While the authorities went about robbing the nation‘s assets as part of the so called nationalization process, they gradually began imposing their ideology and centralized mechanisms on science. The ideological offensive consisted in injecting Marxism into science, mainly into the humanities — philosophy, sociology, psychology, history, Polish studies — at all levels of teaching and academic careers.
Marxism was an obligatory course in every field of study, including veterinary medicine and environmental engineering, while political (i.e., Marxist) economy was a course that had to be taken by every Ph.D. student. Centralization in its turn consisted in strict state controls imposed on all organized forms of academic and scientific life, which meant that the scientific community was effectively denied freedom and forced into a political straightjacket. Symbolic of those times was the naming in 1952 of Wrocław University after the then incumbent president Bolesław Bierut. This patron survived all the way up to 1989.

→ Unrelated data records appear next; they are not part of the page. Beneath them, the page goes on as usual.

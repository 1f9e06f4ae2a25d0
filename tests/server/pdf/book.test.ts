import { describe, it, expect } from 'vitest'
import { CounterBody } from '@shared/counters/schemas'
import { rulePack } from '@shared/court/rulePacks'
import { bookPdf } from '@server/adapters/pdf/bookPdf'
import { DEMO_COUNTERS } from '@server/database/demo/counters'
import { FIVE } from '../../support/sheetFixture'
import { readPdf } from './readPdf'

const pack = rulePack('fiba')
const counters = DEMO_COUNTERS.map((counter) => CounterBody.parse(counter))
const pages = counters.map((counter) => ({ counter, pack }))
const owner = 'Harrow Creek Herons, U17 girls'
const first = counters[0] as CounterBody

/** As long as every field may be, on the longest drawing. */
const longest = (): CounterBody => {
  const words = (length: number) => 'Wait, then look across once more, '.repeat(9).slice(0, length - 1) + '.'
  const step = first.diagram.steps.find(({ moves }) => moves.length > 3) ?? first.diagram.steps[0]
  return {
    ...first,
    name: words(40),
    alignment: words(60),
    diagram: {
      ...first.diagram,
      steps: Array.from({ length: 12 }, () => ({ title: words(60), moves: step?.moves ?? [] })),
    },
    roles: first.roles.map((role) => ({ ...role, title: words(40), jobs: Array(4).fill(words(80)) })),
    looks: Array(4).fill(words(60)),
    teachingPoints: Array(6).fill(words(90)),
    cautions: Array(4).fill(words(120)),
    donts: Array(3).fill(words(60)),
  }
}

describe.each(['a4', 'letter'] as const)('the book on %s', (paper) => {
  it('is a page a counter, tagged, with steps, roles, looks, what to tell them and counts', async () => {
    const { text, info, fonts, structure } = readPdf(await bookPdf(pages, paper, owner))
    expect(info.get('Pages')).toBe(String(counters.length))
    expect(info.get('Tagged')).toBe('yes')
    expect(info.get('Page size')).toMatch(paper === 'a4' ? /595.*841/ : /612 x 792/)
    expect(fonts.every(({ embedded }) => embedded)).toBe(true)
    expect(structure.match(/^\s*H1\b/gm)).toHaveLength(counters.length)
    // In the order of the tags a title stays whole, whatever stands beside it on the page.
    const said = structure.replace(/["\\]/g, '').replace(/\s+/g, ' ')
    for (const counter of counters) {
      for (const { title } of counter.diagram.steps) expect(said).toContain(title)
      for (const look of counter.looks) expect(said).toContain(look)
      for (const point of counter.teachingPoints) expect(said).toContain(point)
      for (const caution of counter.cautions) expect(said).toContain(caution)
      for (const { jobs } of counter.roles) for (const job of jobs) expect(said).toContain(job)
    }
    expect(text).toMatch(/Thrown in at \d\.\d of 5 s\./)
    expect(text).toContain(`${owner} `)
    expect(text).toContain(`2 of ${counters.length}`)
  })

  it('names no player and no sign of the hand', async () => {
    const { text } = readPdf(await bookPdf(pages, paper, owner))
    for (const { lastName } of FIVE) expect(text).not.toContain(lastName)
    for (const { signal } of counters) if (signal !== '') expect(text).not.toContain(signal)
  })

  it('holds even the longest counter on one page', async () => {
    const { text, info } = readPdf(await bookPdf([{ counter: longest(), pack }], paper, owner))
    expect(info.get('Pages')).toBe('1')
    // The last words of the page, over its foot, were not cut away.
    expect(text).toContain(owner)
  })
})

describe('one counter', () => {
  it('carries its own name as the title, and its drawings in words', async () => {
    const { info, structure, text } = readPdf(await bookPdf(pages.slice(0, 1), 'a4', owner))
    expect(info.get('Title')).toBe(first.name)
    expect(structure.match(/^\s*Figure\b/gm)).toHaveLength(first.diagram.steps.length)
    expect(text).not.toContain('1 of 1')
  })
})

The Murdered Intellectual Elites2
While visiting Auschwitz pope Benedict XVI recalled that one of the first things the occupiers of Poland tried to do during World War Two was “eliminate the cultural elite”, thereby preventing the Polish nation from remaining an autonomous ―historical subject” and reducing it to a nation of slaves. Wrote a Polish professor just one year after the war: ― Having crushed the ten times weaker Polish army, the Germans, those vicious barbaric invaders who were fully aware of the unflinchingly patriotic stance of Polish scholars, deliberately turned on them in a bid to overturn this second, after the army, pillar of Polish identity”. Hundreds of Polish professors, sometimes with their entire families, were murdered or thrown into concentration camps (G. Przychodzki, ‗Ogólne zagadnienia dotyczące zadań i potrzeb polskiej nauki‘, Życie nauki, No. 1, 1946, pp. 69ff.). Then came the Katyń massacre which symbolizes the Soviet assault on Polish intellectuals — and which was something that could not be written or spoken about in post-war People‘s Poland.
Ideology in the “Area of Professorship”
Despite the tremendous losses suffered by Poland‘s academic community, scientific life was gradually being revived after the war. Higher education institutions reappeared and some 50
scientific societies were reactivated, including the Polish Academy of Abilities (Polska Akademia Umiejętności). However, the new political system quickly went about implementing its long-term designs.

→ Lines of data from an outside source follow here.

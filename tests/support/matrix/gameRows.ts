import { randomUUID } from 'node:crypto'
import { DEMO_RULES } from '@server/database/demo/rules'
import { gameBody, practiceBody } from '../fixture'
import { badId, type Row } from './row'
import type { World } from './world'

const rowsOf = { game: (rows: World) => ({ id: rows.game }) }
const { key: _rule, ...ruleBody } = DEMO_RULES[0] ?? { key: '' }

/** Our games from the week to the sheet: who has the ball, choices, plan, practice, copies. */
export const GAME_ROWS: Record<string, Row> = {
  'get /games': { at: () => ({}), success: 200, bad: { field: '' } },
  'get /games/{id}': { at: rowsOf.game, success: 200, bad: badId },
  'put /games/{id}': {
    at: rowsOf.game,
    success: 200,
    body: (rows) => gameBody(rows.opponent),
    bad: { body: { tipOff: '20.3.2026' }, field: 'tipOff' },
  },
  'get /week': { at: () => ({}), success: 200, bad: { query: 'on=monday', field: 'on' } },
  'post /games/{id}/hand-on': {
    at: rowsOf.game,
    success: 200,
    body: (rows) => ({ toId: rows.headCoach }),
    bad: { body: { toId: 'maren' }, field: 'toId' },
  },
  'post /games/{id}/read-sign-off': { at: rowsOf.game, success: 200, bad: badId },
  'delete /games/{id}/read-sign-off': { at: rowsOf.game, success: 200, bad: badId },
  'get /games/{id}/choices': { at: rowsOf.game, success: 200, bad: badId },
  'get /games/{id}/turns': { at: rowsOf.game, success: 200, bad: badId },
  'post /games/{id}/choices/preview': {
    at: rowsOf.game,
    success: 200,
    body: (rows) => ({ id: rows.rule, rule: ruleBody }),
    bad: { body: { id: 'first', rule: ruleBody }, field: 'id' },
  },
  'get /games/{id}/plan': { at: rowsOf.game, success: 200, bad: badId },
  'put /games/{id}/plan': {
    at: rowsOf.game,
    success: 201,
    body: () => ({ id: randomUUID() }),
    bad: { body: { id: randomUUID(), keys: ['a', 'b', 'c', 'd'] }, field: 'keys' },
  },
  'get /games/{id}/plan/grounds': {
    at: rowsOf.game,
    success: 200,
    bad: { query: 'plan=first', field: 'plan' },
  },
  'post /games/{id}/plan/sign-off': {
    at: rowsOf.game,
    success: 200,
    body: (rows) => ({ planId: rows.plan, sheetId: rows.sheet }),
    bad: { body: { planId: 'one', sheetId: randomUUID() }, field: 'planId' },
  },
  'get /games/{id}/sheets': { at: rowsOf.game, success: 200, bad: badId },
  'get /sheets': { at: () => ({}), success: 200, bad: { field: '' } },
  'get /sheets/{id}': { at: (rows) => ({ id: rows.sheet }), success: 200, bad: badId },
  'patch /sheets/{id}': {
    at: (rows) => ({ id: rows.sheet }),
    success: 200,
    body: () => ({ fuller: true, seenWarning: true }),
    bad: { body: { fuller: 'yes' }, field: 'fuller' },
  },
  'get /sheets/{id}/copies': { at: (rows) => ({ id: rows.sheet }), success: 200, bad: badId },
  'post /sheets/{id}/copies': {
    at: (rows) => ({ id: rows.sheet }),
    success: 200,
    body: (rows) => ({ copies: [{ id: rows.copy }] }),
    bad: { body: { copies: [] }, field: 'copies' },
  },
  'get /sheets/{id}/copies.pdf': {
    at: (rows) => ({ id: rows.sheet }),
    success: 200,
    bad: { query: 'paper=napkin', field: 'paper' },
  },
  'patch /copies/{id}': {
    at: (rows) => ({ id: rows.copy }),
    success: 200,
    ifMatch: '"1"',
    body: () => ({ place: 'out' }),
    bad: { body: { place: 'lost' }, field: 'place' },
  },
  'post /sheets/{id}/letters': {
    at: (rows) => ({ id: rows.sheet }),
    success: 200,
    body: () => ({ players: [] }),
    bad: { body: { players: ['nell'] }, field: 'players.0' },
  },
  'get /sheets/{id}/openings': { at: (rows) => ({ id: rows.sheet }), success: 200, bad: badId },
  'post /sheets/{id}/recall': {
    at: (rows) => ({ id: rows.sheet }),
    success: 200,
    bad: badId,
  },
  'get /practices': { at: () => ({}), success: 200, bad: { field: '' } },
  'get /games/{id}/practices': { at: rowsOf.game, success: 200, bad: badId },
  'get /games/{id}/script': {
    at: rowsOf.game,
    success: 200,
    bad: { query: 'minutes=many', field: 'minutes' },
  },
  'get /practices/{id}': { at: (rows) => ({ id: rows.practice }), success: 200, bad: badId },
  'put /practices/{id}': {
    at: (rows) => ({ id: rows.practice }),
    success: 200,
    body: (rows) => practiceBody(rows.game),
    bad: { body: { startsAt: 'Thursday' }, field: 'startsAt' },
  },
  'delete /practices/{id}': { at: (rows) => ({ id: rows.practice }), success: 204, bad: badId },
  'post /practices/{id}/restore': { at: (rows) => ({ id: rows.practice }), success: 200, bad: badId },
  'get /sheets/{id}.pdf': {
    at: (rows) => ({ id: rows.sheet }),
    success: 200,
    bad: { query: 'paper=napkin', field: 'paper' },
  },
  'delete /games/{id}': { at: rowsOf.game, success: 204, bad: badId },
  'post /games/{id}/restore': { at: rowsOf.game, success: 200, body: () => ({}), bad: badId },
}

The 1946 land reform stripped the scientific societies of their financial independence (by depriving them of their foundations), scientific research was subjected to censorship, the state monopoly in publishing was being expanded, and state authorities gave themselves arbitrary powers to remove professors from their university chairs (Ibid., p. 74).

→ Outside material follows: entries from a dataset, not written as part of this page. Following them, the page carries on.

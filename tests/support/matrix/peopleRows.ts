import { PLAYER } from '../testApp'
import { badId, type Row } from './row'
import { invitation } from './world'

const player = {
  jersey: 44,
  firstName: 'Wren',
  skills: { handle: 1, 'throw-in': 1, 'long-arm': 1, decide: 1, sprint: 1, screen: 1 },
}

const teamBody = {
  name: 'Herons',
  squadName: 'U17 girls',
  timeZone: 'Europe/London',
  season: '2026-27',
  rulePack: 'fiba',
  settings: {},
}

/** The team itself: settings, squad, people, invitations, letters, erasures. */
export const PEOPLE_ROWS: Record<string, Row> = {
  'get /settings': { at: () => ({}), success: 200, bad: { field: '' } },
  'put /settings': {
    at: () => ({}),
    success: 200,
    body: () => teamBody,
    ifMatch: '"1"',
    bad: { body: { ...teamBody, season: 'this one' }, field: 'season' },
  },
  'get /squad': { at: () => ({}), success: 200, bad: { field: '' } },
  'get /squad/{id}': { at: () => ({ id: PLAYER }), success: 200, bad: badId },
  'put /squad/{id}': {
    at: () => ({ id: PLAYER }),
    success: 200,
    body: () => player,
    ifMatch: '"1"',
    bad: { body: { ...player, jersey: 140 }, field: 'jersey' },
  },
  'get /mails': { at: () => ({}), success: 200, bad: { query: 'state=lost', field: 'state' } },
  'post /mails/{id}/again': {
    at: (rows) => ({ id: rows.again }),
    success: 200,
    once: 'it has left',
    bad: badId,
  },
  'post /mails/{id}/withdraw': { at: (rows) => ({ id: rows.withdraw }), success: 200, bad: badId },
  'post /members/{id}/password-link': {
    at: (rows) => ({ id: rows.member }),
    success: 200,
    bad: badId,
  },
  'get /people': { at: () => ({}), success: 200, bad: { field: '' } },
  'get /people/export': {
    at: () => ({}),
    success: 200,
    // A head coach takes out anybody's; anybody else only what is kept on them.
    query: (rows, role) =>
      role === 'assistant-coach'
        ? `kind=member&id=${rows.people[role] ?? ''}`
        : `kind=squad-player&id=${PLAYER}`,
    bad: { query: `kind=nobody&id=${PLAYER}`, field: 'kind' },
  },
  'patch /members/{id}': {
    at: (rows) => ({ id: rows.member }),
    success: 200,
    ifMatch: '"1"',
    body: () => ({ role: 'assistant-coach' }),
    bad: { body: { role: 'owner' }, field: 'role' },
  },
  'delete /members/{id}': {
    at: (rows) => ({ id: rows.leaver }),
    success: 204,
    once: 'she is out',
    bad: badId,
  },
  'put /invitations/{id}': {
    at: (rows) => ({ id: rows.invitation }),
    success: 200,
    body: () => invitation,
    bad: { body: { ...invitation, role: 'owner' }, field: 'role' },
  },
  'post /invitations/{id}/resend': {
    at: (rows) => ({ id: rows.invitation }),
    success: 200,
    body: () => ({ days: 3 }),
    bad: { body: { days: 400 }, field: 'days' },
  },
  'delete /invitations/{id}': {
    at: (rows) => ({ id: rows.invitation }),
    success: 204,
    bad: badId,
  },
  'get /erasures/preview': {
    at: () => ({}),
    success: 200,
    query: `kind=squad-player&subjectId=${PLAYER}`,
    bad: { query: `kind=nobody&subjectId=${PLAYER}`, field: 'kind' },
  },
  'put /erasures/{id}': {
    at: (rows) => ({ id: rows.erasure }),
    success: 200,
    body: (rows) => ({ kind: 'squad-player', subjectId: rows.leaving }),
    bad: { body: { kind: 'squad-player', subjectId: 'she' }, field: 'subjectId' },
  },
  'post /erasures/{id}/stop': {
    at: (rows) => ({ id: rows.erasure }),
    success: 200,
    body: () => ({}),
    bad: badId,
  },
  'delete /membership': {
    at: () => ({}),
    success: 204,
    once: 'they have left',
    bad: { field: '' },
  },
}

The education system was reformed in 1948. The ideological framework of this reform was summed up by deputy minister of education Eugenia Krassowska at the inaugural meeting of the newly-formed Chief Council of Science and Higher Education: ―Universities must cooperate in the ideological process of upbringing the new man… We must throw the doors and windows of our higher education institutions wide open to the ideology of People‟s Poland…
The ideological transformation of higher education institutions can take place only in harmonious accord with the ideological transformation of our social and political life based on the ideology of the popular masses‖ (E. Krassowska, ‗Ministerstwo Oświaty wobec nauki i szkół wyższych‘, Życie nauki, No. 25–26, 1948, p. 20).
These declarations were applauded by president Bolesław Bierut attending the event. The message was clear: science shall be an integral part of the communist system which shall be enforcing its requirements institutionally.
These were still the early days of the pacification of the scientific community. A year later the very same deputy minister attending a plenary session of the same Chief Council delivered a
paper titled “Program Guidelines in the Area of Science and Higher Education” containing this forceful statement: “Science must employ its resources in the joint effort to lay the foundations of socialism. It must become a significant factor of progress in collective life‖ (Życie nauki, No. 38, 1949, p. 130).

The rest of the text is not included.